Он рыдал, потому что рыдалось, а так как нельзя же рыдать беспредметно, так как нужен же какой-нибудь предмет для рыдания - не все ли равно какой, то у Некрасова специально для этих восторгов хандры был всегда наготове один - тоже почти фантастический - образ, образ замученной матери. В такие минуты ему необходимо было набожно верить, что его мать была мученица; что и она - в его излюбленном сонме окровавленных, засеченных кнутами; что и ее терзали в каком-то застенке какие-то палачи и убийцы. Он наделил эту галлюцинацию всеми чертам, которые были необходимы ему для умилений, покаяний и молитв, и пусть его биографы смущенно указывают, что в действительности его мать была не такая, что он заведомо для себя подменил ее подлинный образ - другим. Лирика всегда мифотворчество.
Конечно, его мать была совсем не такая; он, например, писал о ней:
Молода умерла ты, прекрасная, -
а между тем она скончалась на пятом десятке, произведя на свет четырнадцать детей; к ее гробу могли бы придти ее внуки. Поэту нужно, чтобы его мать была девически-юной красавицей, польскою панною, заброшенною в русские снега на чужбину, хотя на самом деле она была русская женщина, из русской мелкочиновной семьи. Ее отец был не польский магнат, а обыкновеннейший титулярный советник.
У нас нет никаких свидетельств, что к ее подлинному конкретному образу Некрасов относился с той же почти религиозной любовью, с какой он относился к ней потом, когда она умерла и стала недоступной мечтой. В том письме, которое мы уже приводили - к сестре Лизе, в Грешнево, он ни словом не упоминает о матери, хотя мать была тогда еще жива, даже поклона не передает ей, даже не спрашивает о ее здоровье, - и словно забыв о ее существовании, называет не ее, а Лизу своим единственным другом:
"Я люблю тебя, как сестру, как друга, который один только понимает меня, пред которым только я высказываю душу"…

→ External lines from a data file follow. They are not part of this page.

describe('POST /api/cases/:id/plans — saving versions', () => {
  let w: World
  beforeAll(async () => { w = await world() })

  it('an advisor saves numbered draft versions with the engine’s predictions stored beside them', async () => {
    const v1 = (await w.advisor.c.post(`/api/cases/${w.caseId}/plans`, planBody()).expect(201)).body
    expect(v1).toMatchObject({ caseId: w.caseId, version: 1, status: 'draft', roomRevision: 1, sentAt: null, createdBy: { id: w.advisor.user.id } })
    expect(v1.predictions.changes.map((c: { id: string }) => c.id).sort()).toEqual(['back-trap', 'seat', 'side-left'])
    expect(v1.predictions.order).toHaveLength(3)
    expect(v1.predictions.reverberation.bands.length).toBeGreaterThan(4)
    expect(v1.predictions.after.rtMidS).toBeLessThan(v1.predictions.before.rtMidS)
    const v2 = (await w.supervisor.c.post(`/api/cases/${w.caseId}/plans`, planBody({ order: ['side-left'] })).expect(201)).body
    expect(v2.version).toBe(2)
    expect(v2.predictions.order[0]).toBe('side-left')
    const list = (await w.advisor.c.get(`/api/cases/${w.caseId}/plans`).expect(200)).body.plans
    expect(list.map((p: { version: number; current: boolean; status: string }) => [p.version, p.current, p.status])).toEqual([[2, true, 'draft'], [1, false, 'draft']])
  })
  it('the listener sees no drafts: an empty list and 404 for a draft version and its PDF', async () => {
    expect((await w.listener.c.get(`/api/cases/${w.caseId}/plans`).expect(200)).body.plans).toEqual([])
    await w.listener.c.get(`/api/cases/${w.caseId}/plans/1`).expect(404)
    await w.listener.c.get(`/api/cases/${w.caseId}/plans/1/report.pdf`).expect(404)
  })
  it('answers 400 with the field path for a treatment outside the room, an unknown material or an order naming no change', async () => {
    const outside = await w.advisor.c.post(`/api/cases/${w.caseId}/plans`, planBody({ treatments: [{ id: 'far', type: 'panel', surface: 'back', thickness: 0.05, width: 1, height: 1, x: 7.3, y: 2, z: 1 }] })).expect(400)
    expect(outside.body.error.fields).toContainEqual({ path: 'treatments.0.x', message: 'x = 7.3 m lies beyond the length 5.8 m' })
    const material = await w.advisor.c.post(`/api/cases/${w.caseId}/plans`, planBody({ treatments: [{ id: 'm', type: 'panel', surface: 'left', materialId: 'unobtainium-felt', thickness: 0.05, width: 1, height: 1, x: 2, y: 0, z: 1 }] })).expect(400)
    expect(material.body.error.fields).toContainEqual({ path: 'treatments.0.materialId', message: 'unknown material "unobtainium-felt"' })
    const order = await w.advisor.c.post(`/api/cases/${w.caseId}/plans`, planBody({ order: ['curtains-later'] })).expect(400)
    expect(order.body.error.fields[0].path).toBe('order.0')
    const speaker = await w.advisor.c.post(`/api/cases/${w.caseId}/plans`, planBody({ speakers: [{ label: 'Centre', x: 1, y: 2, z: 1 }] })).expect(400)
    expect(speaker.body.error.fields[0]).toEqual({ path: 'speakers.0.label', message: 'the room has no speaker "Centre"' })
    const schema = await w.advisor.c.post(`/api/cases/${w.caseId}/plans`, planBody({ treatments: [{ id: 'w', type: 'panel', surface: 'left', thickness: 0.05, width: -1, height: 1, x: 2, y: 0, z: 1 }] })).expect(400)
    expect(schema.body.error.fields[0].path).toBe('treatments.0.width')
    expect((await w.advisor.c.get(`/api/cases/${w.caseId}/plans`)).body.plans).toHaveLength(2)
  })
  it('a saved version cannot be changed, even directly in the database', async () => {
    await expect(db().query(`UPDATE treatment_plans SET body = '{}' WHERE case_id = $1 AND version = 1`, { bind: [w.caseId] })).rejects.toThrow(/cannot be changed/)
  })
})

describe('POST /api/cases/:id/plans/:version/send', () => {
  it('moves the case to plan sent through the lifecycle, queues the plan-sent e-mail and shows the version to the listener', async () => {
    const w = await world()
    await w.advisor.c.post(`/api/cases/${w.caseId}/plans`, planBody()).expect(201)
    const sent = (await w.advisor.c.post(`/api/cases/${w.caseId}/plans/1/send`, { fromStatus: 'in_review', message: 'Here is what I would do first.' }).expect(200)).body
    expect(sent).toMatchObject({ version: 1, status: 'sent', sentBy: { id: w.advisor.user.id } })
    expect((await w.listener.c.get(`/api/cases/${w.caseId}`)).body.status).toBe('plan_sent')
    const mails = await q<{ kind: string; to_user_id: string; text: string; subject: string }>('SELECT kind, to_user_id, text, subject FROM email_outbox WHERE case_id = $1 AND kind = $2', [w.caseId, 'plan-sent'])
    expect(mails).toHaveLength(1)
    expect(mails[0].to_user_id).toBe(w.listener.user.id)
    expect(mails[0].subject).toContain('Plans: boom at 49 Hz by the bay window')
    expect(mails[0].text).toContain('Here is what I would do first.')
    expect(mails[0].text).toContain(w.advisor.user.name)
    for (const c of sent.predictions.changes) expect(mails[0].text).toContain(c.title)
    const events = (await w.advisor.c.get(`/api/cases/${w.caseId}/events`)).body.events as { kind: string; fromStatus: string | null; toStatus: string | null; data: { version?: number } }[]
    expect(events.some((e) => e.kind === 'status' && e.fromStatus === 'in_review' && e.toStatus === 'plan_sent')).toBe(true)
    expect(events.find((e) => e.kind === 'plan-sent')?.data.version).toBe(1)
    const list = (await w.listener.c.get(`/api/cases/${w.caseId}/plans`).expect(200)).body.plans
    expect(list).toMatchObject([{ version: 1, status: 'sent', current: true }])
    const got = (await w.listener.c.get(`/api/cases/${w.caseId}/plans/1`).expect(200)).body
    expect(got.room).toMatchObject({ length: 5.8, width: 4.1, height: 2.5 })
    expect(got.body.notes).toBe('Start with the **back wall**; the rest follows.')
  })
  it('answers 409 for a stale status and changes nothing', async () => {
    const w = await world()
    await w.advisor.c.post(`/api/cases/${w.caseId}/plans`, planBody()).expect(201)
    const res = await w.advisor.c.post(`/api/cases/${w.caseId}/plans/1/send`, { fromStatus: 'waiting_on_listener' }).expect(409)
    expect(res.body.error.code).toBe('stale')
    expect((await w.advisor.c.get(`/api/cases/${w.caseId}`)).body.status).toBe('in_review')
    expect((await w.advisor.c.get(`/api/cases/${w.caseId}/plans/1`)).body.status).toBe('draft')
    expect(await q('SELECT 1 FROM email_outbox WHERE case_id = $1 AND kind = $2', [w.caseId, 'plan-sent'])).toHaveLength(0)
  })
  it('a revision sent while the plan is out keeps "plan sent"; an older or already-sent version answers 409; the listener sees both sent versions', async () => {
    const w = await world()
    await w.advisor.c.post(`/api/cases/${w.caseId}/plans`, planBody()).expect(201)
    await w.advisor.c.post(`/api/cases/${w.caseId}/plans/1/send`, { fromStatus: 'in_review' }).expect(200)
    expect((await w.advisor.c.post(`/api/cases/${w.caseId}/plans/1/send`, { fromStatus: 'plan_sent' }).expect(409)).body.error.code).toBe('already_sent')
    await w.advisor.c.post(`/api/cases/${w.caseId}/plans`, planBody({ treatments: [] })).expect(201)
    await w.advisor.c.post(`/api/cases/${w.caseId}/plans`, planBody({ seat: null })).expect(201)
    expect((await w.advisor.c.post(`/api/cases/${w.caseId}/plans/2/send`, { fromStatus: 'plan_sent' }).expect(409)).body.error.code).toBe('superseded')
    await w.supervisor.c.post(`/api/cases/${w.caseId}/plans/3/send`, { fromStatus: 'plan_sent' }).expect(200)
    expect((await w.listener.c.get(`/api/cases/${w.caseId}`)).body.status).toBe('plan_sent')
    expect(await q('SELECT 1 FROM email_outbox WHERE case_id = $1 AND kind = $2', [w.caseId, 'plan-sent'])).toHaveLength(2)
    const list = (await w.listener.c.get(`/api/cases/${w.caseId}/plans`)).body.plans
    expect(list.map((p: { version: number; current: boolean }) => [p.version, p.current])).toEqual([[3, true], [1, false]])
    await w.listener.c.get(`/api/cases/${w.caseId}/plans/2`).expect(404)
  })
  it('a closed case takes no new plan version (409)', async () => {
    const w = await world()
    await w.advisor.c.patch(`/api/cases/${w.caseId}`, { status: 'closed', fromStatus: 'in_review' }).expect(200)
    expect((await w.advisor.c.post(`/api/cases/${w.caseId}/plans`, planBody()).expect(409)).body.error.code).toBe('closed')
  })
})

describe('GET /api/cases/:id/plans/:version/report.pdf', () => {
  it('renders the sent plan as a PDF for the listener, with the drawings’ dimensions and the cautions', async () => {
    const w = await world()
    await w.advisor.c.post(`/api/cases/${w.caseId}/plans`, planBody()).expect(201)
    await w.advisor.c.post(`/api/cases/${w.caseId}/plans/1/send`, { fromStatus: 'in_review' }).expect(200)
    const res = await getPdf(w.listener.c, `/api/cases/${w.caseId}/plans/1/report.pdf`).expect(200)
    expect(res.headers['content-type']).toBe('application/pdf')
    expect(res.headers['content-disposition']).toContain('roomwright-plan-v1.pdf')
    const pdf = res.body as Buffer
    expect(pdfPageCount(pdf)).toBeGreaterThanOrEqual(5)
    const text = pdfText(pdf).replace(/\s+/g, ' ')
    expect(text).toContain('Plans: boom at 49 Hz by the bay window')
    expect(text).toContain('left wall: near edge 1.60 m from the front corner, far edge 3.60 m from the back corner; bottom 0.75 m above the floor')
    expect(text).toContain('materials table: Glass or rock wool 50 mm, 16 kg/m³')
    expect(text).toContain('fixings rated for the load')
  })
})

Всю жизнь он рыдал на материнской могиле, но раньше, когда мать была еще жива, когда, во время ее предсмертной болезни, его вызвали из Петербурга в деревню, чтобы он простился с умирающей, он - по его собственным словам - не поехал, остался в столице, не захотел оторваться на несколько дней от своих любовных и литературных сует, и она умерла без него, и ее похоронили без него, и лишь через год он побывал у нее на могиле, где и начал (в 1842 году) творить ту легенду, которая была так насущно нужна его лирике.
Ритм всякого великого лирика есть проявление его основного душевного склада, его темперамента, и не следует ли изо всего вышесказанного, что ритм в поэзии Некрасова, как и во всякой поэзии, есть явление первичное, а образы - явление производное, если не всегда и не всецело, то часто и в значительной степени обусловленное и даже порожденное ритмом. Он сам обмолвился однажды, что в процессе творчества звуки у него предшествуют мыслям, или, по крайней мере, являются отдельно от них:
В груди кипят рыдающие звуки…
Пора, пора им вверить мысль мою!
Раньше звуки, а мысли потом. Мысли хранятся где-то под спудом, в запасе, и нужно, чтобы сначала "закипели" рыдания, и тогда он использует их для той или иной конкретной темы.
Из множества разрозненных образов, постоянно привлекаемых им, как объекты для слез, в конце концов выкристаллизовалось у него несколько устойчивых мифов, которые стали главенствующими и явились синтезом всех остальных, средоточием их разрозненных качеств; эти образы у него были такие: народ, мать, Белинский и собственная "безрассудно-разбитая" жизнь.